Created attachment 940324 [details] sosreport Description of problem: ------------------------- glusterd invoked oom-killer on a a node while repeated rebalance and remove-brick operations were run on a couple of volumes in a 4 node cluster. Following is from dmesg output - ------------------------------------------------------------------------------- [ 3668] 0 3668 2465581 1905446 0 0 0 glusterd [22962] 0 22962 147184 860 1 0 0 gluster [22977] 0 22977 123751 3426 2 0 0 glusterfs [22984] 0 22984 187951 330 0 0 0 glusterfs [22990] 29 22990 6622 178 3 0 0 rpc.statd [23022] 0 23022 25227 125 0 0 0 sleep Out of memory: Kill process 3668 (glusterd) score 904 or sacrifice child Killed process 3668, UID 0, (glusterd) total-vm:9862324kB, anon-rss:7620504kB, file-rss:1280kB Find sosreport attached. Version-Release number of selected component (if applicable): -------------------------------------------------------------- glusterfs-3.6.0.28-1.el6rhs.x86_64 How reproducible: ------------------- Saw it once. Steps to Reproduce: --------------------- 1. Was running rebalance and remove-brick multiple times on a distributed volume (2 bricks), and a distributed-replicate volume (2 x 2) Actual results: ----------------- glusterd on one node invoked oom-killer. Expected results: ------------------ glusterd is not expected to be oom-killed.
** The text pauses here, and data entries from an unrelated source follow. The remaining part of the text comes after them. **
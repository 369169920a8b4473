/**
 * Delivers the mail outbox.
 *
 * Each outbox row gets a `mail-send` job (inserted with the row, or later by the sweep). The
 * handler claims the row in its own short transaction (pending only, FOR UPDATE SKIP LOCKED):
 * status `sending`, attempts + 1, a lease as long as the job's expiry. The claim commits before the
 * send, so every attempt is counted, a kill included. Then it sends over SMTP with the row's own
 * Message-ID, holding no transaction, and marks the row `sent` with the server's answer in the next
 * statement (retried within the lease while the database is away). A failed send records the
 * error and puts the row back to pending, then rethrows so pg-boss retries with exponential
 * backoff; after the last attempt the row is marked failed.
 *
 * No loss: a job only exists for a committed row, and the sweep (at start and every minute)
 * enqueues any pending row without a live job, e.g. after a crash between commit and enqueue, or
 * when the row was written by a process that does not run the queue. A row still `sending` after
 * its lease was cut off mid-send; the sweep (or the job's own retry) sends it again.
 *
 * No double send in normal operation: only a claimed row is sent, and a row is claimed only while
 * pending (or its lease is over), so a second job for the same row (sweep vs. original, two
 * workers) finds it claimed or sent and ends. What remains at least once is inherent to SMTP: a
 * message the server accepted while the process died (or the database stayed away for the whole
 * lease) before `sent` was written goes out again; the repeat carries the same Message-ID, which
 * lets receiving systems drop the duplicate.
 */
import type PgBoss from 'pg-boss';
import type { DataSource } from 'typeorm';
import { createMailer, type Mailer } from '../adapters/mailer.js';
import type { Config } from '../config.js';
import type { Logger } from '../logger.js';
import {
  findOrphanedPendingIds,
  claimMessage,
  markMessageSent,
  recordFailedAttempt,
  releaseExpiredClaims,
} from '../mail/outbox.repository.js';
import {
  clearRunningQueue,
  createQueue,
  oneSetupAtATime,
  MAIL_SEND_QUEUE,
  MAIL_SWEEP_QUEUE,
  QUEUE_SCHEMA,
  setRunningQueue,
  transactionDb,
  type MailSendJob,
} from './queue.js';

export interface MailWorkerTuning {
  /** How often an idle worker looks for jobs. */
  pollingIntervalSeconds: number;
  /** Retries after the first attempt (pg-boss retryLimit). */
  retryLimit: number;
  /** Base delay of the exponential backoff: the n-th retry waits about delay·2ⁿ⁻¹ to delay·2ⁿ. */
  retryDelaySeconds: number;
  /** A job running longer than this is failed by pg-boss (and retried). Above the SMTP timeouts. */
  expireInSeconds: number;
  /** Cron for the sweep (pg-boss runs a schedule once per tick across processes); null: only at start. */
  sweepCron: string | null;
  /** How long stop() waits for a send in progress (below the server's forced-exit timer). */
  stopTimeoutMs: number;
}

export const DEFAULT_MAIL_WORKER_TUNING: MailWorkerTuning = {
  pollingIntervalSeconds: 1,
  retryLimit: 8,
  retryDelaySeconds: 10,
  expireInSeconds: 120,
  sweepCron: '* * * * *',
  stopTimeoutMs: 8_000,
};

export interface MailWorkerOptions {
  config: Config;
  dataSource: DataSource;
  logger: Logger;
  tuning?: Partial<MailWorkerTuning>;
  /** Replaces the SMTP adapter (tests). */
  mailer?: Mailer;
}

export interface MailWorker {
  stop(): Promise<void>;
  /** Enqueues pending rows that have no live job; returns how many it enqueued. */
  sweep(): Promise<number>;
}

const UUID_PATTERN = /^[0-9a-f]{8}-[0-9a-f]{4}-[0-9a-f]{4}-[0-9a-f]{4}-[0-9a-f]{12}$/i;
const SWEEP_BATCH = 500;
/** Pause between tries to mark an accepted message sent while the database is away. */
const MARK_SENT_RETRY_MS = 1_000;
// Two sweeps at once (two processes) would enqueue the same rows twice: harmless, but wasteful.
const SWEEP_LOCK_KEY = 'driftmark:mail-sweep';

type DeliveryOutcome =
  | { kind: 'sent'; attempts: number }
  | { kind: 'skipped' }
  | { kind: 'failed'; attempts: number; final: boolean; error: Error };

export async function startMailWorker(opts: MailWorkerOptions): Promise<MailWorker> {
  const { config, dataSource, logger } = opts;
  const tuning = { ...DEFAULT_MAIL_WORKER_TUNING, ...opts.tuning };
  const log = logger.child({ component: 'mail-worker' });

  if (!config.smtpUrl && !opts.mailer) {
    log.warn('SMTP_URL is not set: mail stays in the outbox until a worker with SMTP runs');
    return { stop: () => Promise.resolve(), sweep: () => Promise.resolve(0) };
  }

  const mailer = opts.mailer ?? createMailer(config);
  const maxAttempts = tuning.retryLimit + 1;
  const boss = createQueue(config);
  let stopping = false;

  boss.on('error', (err) => log.error({ err }, 'job queue error'));

  async function deliver(
    outboxId: string,
    job: PgBoss.JobWithMetadata<MailSendJob>,
  ): Promise<DeliveryOutcome> {
    // 1. Claim and record the attempt, committed before any byte goes to the SMTP server.
    const leaseUntil = new Date(Date.now() + tuning.expireInSeconds * 1000);
    const claim = await dataSource.transaction((manager) => claimMessage(manager, outboxId, leaseUntil));
    if (!claim) return { kind: 'skipped' };
    const { message, attempts } = claim;
    // 2. Send, holding no transaction.
    let response: string;
    try {
      ({ response } = await mailer.send({
        to: message.toAddress,
        from: config.mailFrom,
        subject: message.subject,
        text: message.textBody,
        html: message.htmlBody ?? '',
        messageId: message.messageId ?? `<${message.id}@driftmark.local>`,
        ...(message.headers ? { headers: message.headers } : {}),
      }));
    } catch (err) {
      const error = err instanceof Error ? err : new Error(String(err));
      const final = job.retryCount >= job.retryLimit || attempts >= maxAttempts;
      await recordFailedAttempt(dataSource.manager, message.id, { error: error.message, final });
      return { kind: 'failed', attempts, final, error };
    }
    // 3. Accepted: marked sent in the very next statement. Should the database be away right now,
    // keep trying within the lease, so a database restart does not turn into a second send.
    for (let tries = 1; ; tries++) {
      try {
        await markMessageSent(dataSource.manager, message.id, response);
        return { kind: 'sent', attempts };
      } catch (err) {
        if (Date.now() + MARK_SENT_RETRY_MS >= leaseUntil.getTime()) throw err;
        log.warn({ err, outboxId, tries }, 'mail accepted by SMTP but not yet marked sent; retrying');
        await new Promise((resolve) => setTimeout(resolve, MARK_SENT_RETRY_MS));
      }
    }
  }

  async function handleSend(jobs: PgBoss.JobWithMetadata<MailSendJob>[]): Promise<void> {
    for (const job of jobs) {
      const outboxId = job.data?.outboxId;
      if (typeof outboxId !== 'string' || !UUID_PATTERN.test(outboxId)) {
        log.warn({ jobId: job.id }, 'mail job without a valid outbox id; dropped');
        continue;
      }
      // A job fetched while stopping goes back to the queue rather than racing the shutdown.
      if (stopping) throw new Error('mail worker is stopping');
      const outcome = await deliver(outboxId, job);
      if (outcome.kind === 'sent') {
        log.info({ outboxId, attempts: outcome.attempts }, 'mail sent');
      } else if (outcome.kind === 'failed') {
        log[outcome.final ? 'error' : 'warn'](
          { outboxId, attempts: outcome.attempts, err: outcome.error },
          outcome.final ? 'mail failed for good' : 'mail send failed; will retry',
        );
        throw outcome.error;
      }
    }
  }

  async function sweep(): Promise<number> {
    return dataSource.transaction(async (manager) => {
      const [lock] = (await manager.query('SELECT pg_try_advisory_xact_lock(hashtext($1)) AS locked', [
        SWEEP_LOCK_KEY,
      ])) as { locked: boolean }[];
      if (!lock?.locked) return 0;
      const released = await releaseExpiredClaims(manager);
      if (released > 0) log.warn({ released }, 'mail cut off while sending goes out again');
      const ids = await findOrphanedPendingIds(
        manager,
        { schema: QUEUE_SCHEMA, queueName: MAIL_SEND_QUEUE },
        SWEEP_BATCH,
      );
      if (ids.length === 0) return 0;
      await boss.insert(
        ids.map((outboxId) => ({ name: MAIL_SEND_QUEUE, data: { outboxId } satisfies MailSendJob })),
        { db: transactionDb(manager) },
      );
      return ids.length;
    });
  }

  async function runSweep(): Promise<void> {
    const count = await sweep();
    if (count > 0) log.info({ count }, 'enqueued pending mail without a job');
  }

  try {
    await boss.start();
    const sendQueue: PgBoss.Queue = {
      name: MAIL_SEND_QUEUE,
      policy: 'standard',
      retryLimit: tuning.retryLimit,
      retryDelay: tuning.retryDelaySeconds,
      retryBackoff: true,
      expireInSeconds: tuning.expireInSeconds,
    };
    await oneSetupAtATime(dataSource, async () => {
      await boss.createQueue(MAIL_SEND_QUEUE, sendQueue);
      // createQueue keeps an existing queue as it was; apply the current settings to it.
      await boss.updateQueue(MAIL_SEND_QUEUE, sendQueue);
      await boss.createQueue(MAIL_SWEEP_QUEUE, { name: MAIL_SWEEP_QUEUE, policy: 'short', retryLimit: 0 });
    });

    await runSweep();
    await boss.work<MailSendJob>(
      MAIL_SEND_QUEUE,
      { includeMetadata: true, batchSize: 1, pollingIntervalSeconds: tuning.pollingIntervalSeconds },
      handleSend,
    );
    await boss.work(MAIL_SWEEP_QUEUE, { pollingIntervalSeconds: 5 }, runSweep);
    if (tuning.sweepCron) await boss.schedule(MAIL_SWEEP_QUEUE, tuning.sweepCron);
  } catch (err) {
    // Do not leave pg-boss's pool and timers behind when start-up fails half-way.
    await boss.stop({ graceful: false, wait: true }).catch(() => undefined);
    throw err;
  }
  setRunningQueue(boss);
  log.info({ queue: MAIL_SEND_QUEUE }, 'mail worker started');

  let stopped: Promise<void> | null = null;
  return {
    sweep,
    stop() {
      stopped ??= (async () => {
        stopping = true;
        clearRunningQueue(boss);
        // Graceful: waits (up to the timeout) for a send in progress to finish and commit. A send
        // cut off here leaves its row pending, and it is delivered after the next start.
        await boss.stop({ graceful: true, wait: true, timeout: tuning.stopTimeoutMs });
        mailer.close();
        log.info('mail worker stopped');
      })();
      return stopped;
    },
  };
}
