/**
 * The job queue: pg-boss 10 in its own `pgboss` schema of the app's database. Jobs are inserted
 * inside the caller's transaction (see services/mail.service.ts), so a job exists exactly when
 * the change that caused it committed.
 */
import PgBoss from 'pg-boss';
import type { DataSource, EntityManager } from 'typeorm';
import type { Config } from '../config.js';

export const QUEUE_SCHEMA = 'pgboss';
/** One job per outbox message: data `{ outboxId }`. */
export const MAIL_SEND_QUEUE = 'mail-send';
/** Periodic job that re-enqueues pending outbox messages without a live job. */
export const MAIL_SWEEP_QUEUE = 'mail-sweep';

export interface MailSendJob {
  outboxId: string;
}

export function createQueue(config: Pick<Config, 'databaseUrl'>): PgBoss {
  return new PgBoss({
    connectionString: config.databaseUrl,
    schema: QUEUE_SCHEMA,
    application_name: 'driftmark-jobs',
    // The worker fetches one job at a time; maintenance and cron share the rest.
    max: 3,
  });
}

const QUEUE_SETUP_LOCK_KEY = 'driftmark:queue-setup';

/**
 * Runs queue set-up (pg-boss `createQueue`/`updateQueue`) in one process at a time, under a
 * transaction-scoped advisory lock: two instances starting together deadlock inside pg-boss's
 * `create_queue` otherwise (found by tests/integration/multi-instance.test.ts), and the loser exits.
 */
export async function oneSetupAtATime<T>(dataSource: DataSource, work: () => Promise<T>): Promise<T> {
  return dataSource.transaction(async (manager) => {
    await manager.query('SELECT pg_advisory_xact_lock(hashtext($1))', [QUEUE_SETUP_LOCK_KEY]);
    return work();
  });
}

/** pg-boss's db hook, running its SQL on the connection (and transaction) of `manager`. */
export function transactionDb(manager: EntityManager): PgBoss.Db {
  return {
    async executeSql(text, values) {
      const runner = manager.queryRunner;
      if (!runner) throw new Error('transactionDb needs an EntityManager bound to a transaction');
      const result = await runner.query(text, values, true);
      return { rows: result.records ?? [] };
    },
  };
}

// The queue started by this process (the mail worker), if any. queueMail enqueues through it;
// without it the outbox row waits for the next sweep of whichever worker runs.
let runningQueue: PgBoss | null = null;

export function setRunningQueue(boss: PgBoss): void {
  runningQueue = boss;
}

export function clearRunningQueue(boss: PgBoss): void {
  if (runningQueue === boss) runningQueue = null;
}

export function getRunningQueue(): PgBoss | null {
  return runningQueue;
}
Additional info:
After seeing glusterd,cmd_history from attached sos report, it's evident that multiple commands being executed on the same volume simultaneously which is resulting in transactions collision hence locking is getting failed and sometimes resulting in above mention behaviour. Even though I tried to reproduce issue on my system locally by executing below mentioned steps 1. Create a 4 node cluster. 2. Repeatedly calling rebalance and remove-brick from all the nodes.(In loop from one node) Could you please try to recreate the issue by executing rebalance and remove-brick commands from one node.
Hello, I do not work on this anymore, moving needinfo request to Rahul Hinduja.
Issue is not getting reproduced after multiple trials, hence I am closing this issue.